Regulators in Seoul said they would temporarily ban short selling on all stocks to arrest a 24 percent slump in the nation's stock market this year. Indonesia's stock exchange banned short selling for the month of October, citing unstable market conditions.
Taiwan, which on Sept. 21 barred the short-selling of 150 stocks for two weeks until Oct. 3, said it would tighten limits on short selling for the remainder of the year. It didn't say if the ban would end on Oct. 3 or be extended.
The measures by the Asian regulators came after U.S. stocks plunged yesterday, with the Standard & Poor's 500 Index tumbling the most since the 1987 crash. Regulators in the U.S., U.K. and Australia have taken similar measures on short selling.
``There is no reason why our market has to be in a panic because of the U.S. situation,'' Lim Seung Tae, secretary general of South Korea's Financial Services Commission, told reporters in Seoul. Lim didn't say how long the ban, which takes effect on sales starting tomorrow, would last.
South Korea's Kospi index dropped 0.6 percent today while Taiwan's Taiex index lost 3.6. The Taiex fell 33 percent this year.
Naked Shorts
The Indonesian stock market is closed for a holiday from today until Oct. 3. The benchmark Jakarta Composite Index fell 0.7 percent yesterday is down about a third this year.

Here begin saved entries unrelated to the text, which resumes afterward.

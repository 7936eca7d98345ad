/** Lower-case, accents removed, punctuation turned into single spaces: the form search compares. */
export function normaliseSearchText(s: string): string {
  return s
    .normalize('NFD')
    .replace(/\p{M}+/gu, '')
    .toLowerCase()
    .replace(/[^\p{L}\p{N}]+/gu, ' ')
    .trim();
}

// Words that mark a plain form of a food: it ranks before variants of the same food.
const PLAIN = /\b(raw|fresh|ripe|whole|plain|regular|unenriched|enriched|fluid)\b/;
// Words that mark a prepared or processed variant, a mixture or a product that merely contains the food.
const PROCESSED =
  /\b(cooked|boiled|fried|roasted|baked|canned|dried|dehydrated|powder|oil|bars?|coated|powdered|flour|juice|frozen|sweetened|syrup|chips|candied|pickled|toasted|stewed|microwaved|prepared|mix|bread|cake|cakes|pie|sauce|drink|beverage|flakes|puffed|instant|fast foods|restaurant|babyfood|infant|formula|snacks?|candies|cookies|crackers|dessert|imitation|substitute|nuggets|frankfurter|sausage|flavored|school lunch|usda commodity|industrial)\b/;

/**
 * Search columns for a food: its normalised name, the name plus aliases, and a rank penalty:
 * 0 plain raw forms, 1 other forms, 2 processed variants and mixtures, +2 for a branded product.
 */
export function searchKeys(name: string, altNames: string[], opts: { branded?: boolean } = {}): { nameKey: string; searchText: string; rankPenalty: number } {
  const nameKey = normaliseSearchText(name);
  const searchText = normaliseSearchText([name, ...altNames].join(' '));
  let rankPenalty = 1;
  if (PLAIN.test(nameKey)) rankPenalty = 0;
  if (PROCESSED.test(nameKey)) rankPenalty = 2;
  if (opts.branded) rankPenalty += 2;
  return { nameKey, searchText, rankPenalty };
}
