import {
  buildChecklist,
  formatZonedTime,
  safetyCaution,
  summarizeInspection,
  type Checklist,
  type ChecklistItem,
  type InspectionResponse,
  type PendingAcknowledgement,
  type VehicleResponse,
  type DefectResponse,
  type ItemResultResponse,
  type VoiceNoteResponse,
} from '@yardcall/shared';
import { sampleTractor, sampleTrailer } from '@yardcall/shared/testing';
import { randomInt, randomUUID } from 'node:crypto';
import request from 'supertest';
import { renderInspectionReport, type InspectionReport } from '../src/reports/inspection-report';
import { pathBounds } from '../src/reports/signature-drawing';
import {
  bearer,
  binary,
  bodyOf,
  createVehicle,
  errorBody,
  OTHER_ORG_ADMIN,
  signIn,
  startInspection,
  suiteApp,
  tractorRequest,
} from './helpers';
import { makePng } from './media-fixtures';
import { pdfText, squash } from './pdf-text';

const PNG_DRAWING = `data:image/png;base64,${makePng().toString('base64')}`;

// The tractor and trailer of the hand-made reports: 281 items.
function tractorAndTrailer(): Checklist {
  return buildChecklist(
    [
      { unitNumber: 'KV-118', kind: 'tractor', config: sampleTractor().config },
      { unitNumber: 'KV-T40', kind: 'trailer', config: sampleTrailer().config },
    ],
    'pre_trip',
    'en',
  );
}

// Finds each stop's label, then each of its items' titles, in walk-around order in the text.
function missingInOrder(text: string, checklist: Checklist): string[] {
  const squashed = squash(text);
  const titleOf = new Map(checklist.items.map((i) => [i.key, i.title]));
  const missing: string[] = [];
  let cursor = 0;
  for (const stop of checklist.stops) {
    const at = squashed.indexOf(squash(stop.label), cursor);
    if (at < 0) {
      missing.push(stop.label);
      continue;
    }
    cursor = at;
    for (const key of stop.itemKeys) {
      const found = squashed.indexOf(squash(titleOf.get(key) ?? key), cursor);
      if (found < 0) missing.push(`${stop.label}: ${titleOf.get(key) ?? key}`);
    }
  }
  return missing;
}

function treadDefect(): DefectResponse {
  return {
    id: randomUUID(),
    inspectionId: 'a1b2c3d4-0000-4000-8000-000000000001',
    vehicle: { id: randomUUID(), unitNumber: 'KV-118', kind: 'tractor' },
    itemKey: 'u0.axle0.left.tire.tread',
    title: 'Tread depth',
    positionLabel: 'Tractor, steer axle, left tire',
    safety: true,
    detail: 'tread worn down to the wear bars on the outer edge',
    measurement: { quantity: 'tread_depth', value: 3, unit: 'in/32' },
    limit: { value: 4, unit: 'in/32', source: '49 CFR 393.75(b)' },
    status: 'repaired',
    createdAt: '2026-11-03T06:21:00.000Z',
    repair: {
      action: 'repaired',
      note: 'Replaced the left steer tire, torqued lug nuts to spec',
      deferredUntil: null,
      mechanic: { id: randomUUID(), name: 'Priya Natarajan' },
      signedAt: '2026-11-03T09:40:00.000Z',
    },
  };
}
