// Queue names, one home so senders need not depend on the module that works them.
export const JOB_SAFETY_DEFECT_REPORTED = 'safety-defect-reported';
export const JOB_SEND_MAIL = 'send-mail';
export const JOB_RETENTION_PURGE = 'retention-purge';

export interface SafetyDefectReportedJob {
  organizationId: string;
  inspectionId: string;
}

South Korea, where so-called naked short sales, in which traders don't borrow the shares, are already banned, said last week it would increase oversight of short selling and make it harder for investors to borrow stocks.
It will also loosen, until the end of this year, the daily limit on companies buying back their shares, allowing them to buy 10 times more stock, Lim said.
Hong Kong said it would take ``more aggressive'' action against so-called abusive short sellers while the Philippine Stock Exchange approved a circuit breaker rule for a 15 minute trading halt if the benchmark index drops 10 percent from the previous day's close.
The Hong Kong Securities and Future Commission said its tougher measures ``may include market-wide controls and/or targeted action against individual persons or entities involved.''
Hong Kong's Hang Seng Index rose 0.8 percent today, trimming its decline in 2008 to 35 percent.
`Short-Term Solution'
Short sellers try to profit by betting stock prices will fall. In a short sale, traders borrow shares from their broker that they then sell. If the price drops, they buy back the stock, return it to their broker and pocket the difference.
Taiwan's Financial Supervisory Commission said in a statement late last night that the amount of borrowed shares that can be traded each day will be limited to 10 percent of a company's listed stock, from 25 percent. Institutional investors will be limited to trading borrowed shares equivalent to no more than 1 percent of a company's total listed shares, from 10 percent now.
``These measures by FSC are short-term solutions to boost investors' sentiment and their impact is limited,'' said Dominic Lin, who helps manage the equivalent of $2.4 billion as a fund manager at HSBC Holdings Plc in Taipei. ``Investors are waiting to see if the Fed will cut interest rates.''
Stabilization Fund
Taiwan's National Stabilization Fund is monitoring the market and will enter it when necessary, Vice Premier Paul Chiu said in a briefing today. The state fund was created in March 2000 with NT$500 billion ($15.5 billion) to help shore up the market when it is affected by non-economic factors.
The U.S. Securities and Exchange Commission halted the short selling of 799 financial companies in a move to combat investors seeking to drive down shares following the collapse of Lehman Brothers Holdings Inc. and the bailout of American International Group Inc.